I am wondering how to proceed. I want to build back up a loving relationship. On the surface she has done what I asked, but I do not know if I can trust her, and things can't just go back to normal now for me. I have read a lot of posts here that say give the ultimatum to cut off contact etc. I am wondering what happens after that? I love my wife and I want this to work. I take marriage seriously. I need to get her to couseling but so far this week she has refused. I don't want to press too hard early because I need her to see that I can be supportive and I know based on the depression she is hurting too. Please weigh in!


----------



## denver41 (Jun 2, 2009)

I'm going through something similar (my first post is still on the front page). What's helping me is couples and individual counseling (yes, I've started both this week). I'm not sure the end result will be, but the counseling has helped tremendously. I highly recommend seeking it out.


----------



## ShuffleUp (Jun 5, 2009)

Thanks. I should have also mentioned that I went to counseling by myself today. I am praying that i can get her to go eventually.


----------



## Deb1234 (May 31, 2009)

Have her read this: 

How to Rebuild Your Spouse's Trust After an Affair - wikiHow


Yes, even though it wasn't physical, it is still an affair.


Typically, the more defensive she gets and the more she tries to turn it around on you, the more guilty she is.


I hope you guys get things worked out, I know how hard it can be, especially when children are involved. Good luck.


----------



## ShuffleUp (Jun 5, 2009)

Deb1234 said:


> Have her read this:
> 
> How to Rebuild Your Spouse's Trust After an Affair - wikiHow
> 
> ...


Good link I gave it to my wife.


----------



## ShuffleUp (Jun 5, 2009)

Update: A lot has happened and there has been some back and forth but I think she is trying to settle on what she wants to do and she has it understands the double life cannot continue.

As of Friday night, she told him it was over with them and that he was not to contact her again. I am not sure that at this point she knows if she made the right decision, but she made a decision. Her next concern is how to deal with me and she says she knows I will not trust her for a long time if ever, and she doesn't expect me to, but that she wants things to work back to how they used to be with me. I think that she is still confused but I think she is being as genuine as I've seen recently.
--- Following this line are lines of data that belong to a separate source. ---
//! Details of the photo workflow: review thumbnails turned as EXIF says, a damaged
//! embedded profile reported rather than taken for an untagged image, a folder without
//! images refused, and the wording of help and messages.

mod common;

use common::{fixture, run, stderr};
use std::path::Path;

/// A minimal EXIF block (TIFF 6.0 section 2 header and one IFD, little-endian) holding
/// only the Orientation tag (274 = 0x0112, SHORT, count 1), as EXIF 2.32 / CIPA DC-008
/// section 4.6.4 lays it out.
fn exif_orientation(value: u16) -> Vec<u8> {
    let mut v = b"II*\0".to_vec();
    v.extend_from_slice(&8u32.to_le_bytes()); // offset of IFD0
    v.extend_from_slice(&1u16.to_le_bytes()); // one entry
    v.extend_from_slice(&0x0112u16.to_le_bytes());
    v.extend_from_slice(&3u16.to_le_bytes()); // SHORT
    v.extend_from_slice(&1u32.to_le_bytes());
    v.extend_from_slice(&value.to_le_bytes());
    v.extend_from_slice(&[0, 0]); // a SHORT is left-justified in the 4-byte field
    v.extend_from_slice(&0u32.to_le_bytes()); // no next IFD
    v
}

/// An 8-bit RGB PNG written by the `png` crate, with extra chunks (type, data) placed
/// before the image data; the crate computes each chunk's CRC.
fn png_with_chunks(w: u32, h: u32, rgb: &[u8], chunks: &[([u8; 4], Vec<u8>)]) -> Vec<u8> {
    let mut out = Vec::new();
    let mut e = png::Encoder::new(&mut out, w, h);
    e.set_color(png::ColorType::Rgb);
    e.set_depth(png::BitDepth::Eight);
    let mut wr = e.write_header().unwrap();
    for (kind, data) in chunks {
        wr.write_chunk(png::chunk::ChunkType(*kind), data).unwrap();
    }
    wr.write_image_data(rgb).unwrap();
    wr.finish().unwrap();
    out
}

const RED: [u8; 3] = [220, 20, 30];
const GREY: [u8; 3] = [190, 190, 190];

/// 64 × 32 stored pixels: grey, with a red 16 × 16 block at the stored top-left corner.
fn corner_picture() -> Vec<u8> {
    let mut v = Vec::new();
    for y in 0..32 {
        for x in 0..64 {
            v.extend_from_slice(if x < 16 && y < 16 { &RED } else { &GREY });
        }
    }
    v
}

/// `reduce FILE -k K [EXTRA...] -o OUT`.
fn reduce(file: &Path, k: &str, extra: &[&str], out: &Path) -> std::process::Output {
    let mut args = vec!["reduce", file.to_str().unwrap(), "-k", k];
    args.extend_from_slice(extra);
    args.extend(["-o", out.to_str().unwrap()]);
    run(&args, &[])
}

fn near(p: &image::Rgba<u8>, c: [u8; 3]) -> bool {
    (0..3).all(|i| (p.0[i] as i32 - c[i] as i32).abs() <= 40)
}

#[test]
fn review_thumbnails_are_turned_as_the_exif_orientation_says() {
    let dir = tempfile::tempdir().unwrap();
    let input = dir.path().join("in");
    std::fs::create_dir_all(&input).unwrap();
    let png = png_with_chunks(
        64,
        32,
        &corner_picture(),
        &[(*b"eXIf", exif_orientation(6))],
    );
    std::fs::write(input.join("turned.png"), png).unwrap();
    // A camera-style JPEG with orientation 6 (made by the fixture script).
    std::fs::copy(fixture("profiles/p3.jpg"), input.join("p3.jpg")).unwrap();
    let out = dir.path().join("out");
    let o = run(
        &[
            "batch",
            input.to_str().unwrap(),
            "-k",
            "2",
            "--review-page",
            "--quiet",
            "-o",
            out.to_str().unwrap(),
        ],
        &[],
    );
    assert_eq!(o.status.code(), Some(0), "{}", stderr(&o));
    // Files are in sorted order: p3.jpg is 0001, turned.png 0002.
    let stored = image::open(input.join("p3.jpg")).unwrap();
    for side in ["before", "after"] {
        let t = image::open(out.join(format!("review/0001.{side}.png"))).unwrap();
        let (w, h) = (stored.width() as f64, stored.height() as f64);
        let (tw, th) = (t.width() as f64, t.height() as f64);
        // Orientation 6 (EXIF 2.32, the standard's definition): the 0th row is the
        // visual right-hand side, so the picture is shown turned a quarter: width and
        // height swap.
        assert!(
            ((tw / th) - (h / w)).abs() < 0.05,
            "p3.jpg {side}: thumbnail {tw}x{th}, stored {w}x{h}"
        );
        let t = image::open(out.join(format!("review/0002.{side}.png")))
            .unwrap()
            .to_rgba8();
        assert_eq!(t.dimensions(), (32, 64), "turned.png {side}");
        // The stored top-left corner (the 0th row's 0th column) is shown at the top right.
        assert!(
            near(t.get_pixel(24, 7), RED),
            "{side}: {:?}",
            t.get_pixel(24, 7)
        );
        assert!(
            near(t.get_pixel(7, 7), GREY),
            "{side}: {:?}",
            t.get_pixel(7, 7)
        );
        assert!(near(t.get_pixel(24, 56), GREY), "{side}");
    }
}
Sat morning I told her that I thought she made the right decision. But I said OK if you decided to cut off contact then the line is drawn and there absolutely cannot be any more contact or there will be extreme consequences. Do not make the goodbye drag on. She seemed to get that. I told her that she was not to follow up with him to make sure he wasn't hurt, that if he tried to contact her in any way, she should not respond but call me and talk to me about how she is feeling. 

She said that she still has a lot in her head and that she 'guesses' she needs to go talk with someone to help her deal with it. It was unsolicited and this is the first time she has talked about getting professional help so I view it as progress for her. Last night she started saying some things we should do as a family this summer so she is trying to think a little but longer term.

At the beginning of this thread I think my frame of mind was that the most important things were: 1. Wanted to try to save my marriage, 2. Wanted my daughter to be OK, 3. Was concerned about wife's emotions/depression.

Now, I think that there is tons of work to do on each of those but the onus had been on my wife to make a decision and she has at least temporarily done that and showed some commitment to it. Now I feel like the onus is on me to accept what she has done. I don't know if I can do that. I was so worried about 1, 2, and 3 above that I didn't think about my own insecurities now that the relationship has been betrayed. 

I need to act supportive in order to make her feel like she has made the right decision, but at the same time there are things that I will require to go on as well. It is a tough balancing act. But I had to create an environment where there was the possibility of keeping the family together. Easiest thing to do would have been to just let her go but 5 years down the road I would have trouble knowing I didn't give it a chance. 

How/is it possible for me to help my wife think about feeling better about breaking it off with OM?


----------



## Dancing Nancie (Jul 1, 2008)

I am in a situation that is similar to yours, but much different as well. One thing I have done in the past with my wife with no success is chase her. I think she is feeling some loss right now. Do some things for her, but don't chase. Don't run to her when she comes in the door and hug and kiss her. Let her come to you. Something I did this week is hire a maid service to come to the house. It's something that I know she would really appreciate, and know that I did it so she could relax a bit. Try and show her love without pushing your love on her. It's a tough balance for me.


----------



## jsir (Jun 21, 2009)

i am in kinda the same boat but my wife says that she has done nothing wrong and that i am just being insecure, even though i still think she has had an emotional affair. she will NOT stop talking to this guy. i have even gave the ultimatum of him or me and she just says that im being silly and he is just a "friend" even though i put one of those computer tracking programs on the comp. but the crapy thing is, is that i got stupid and told her about it out of guilt.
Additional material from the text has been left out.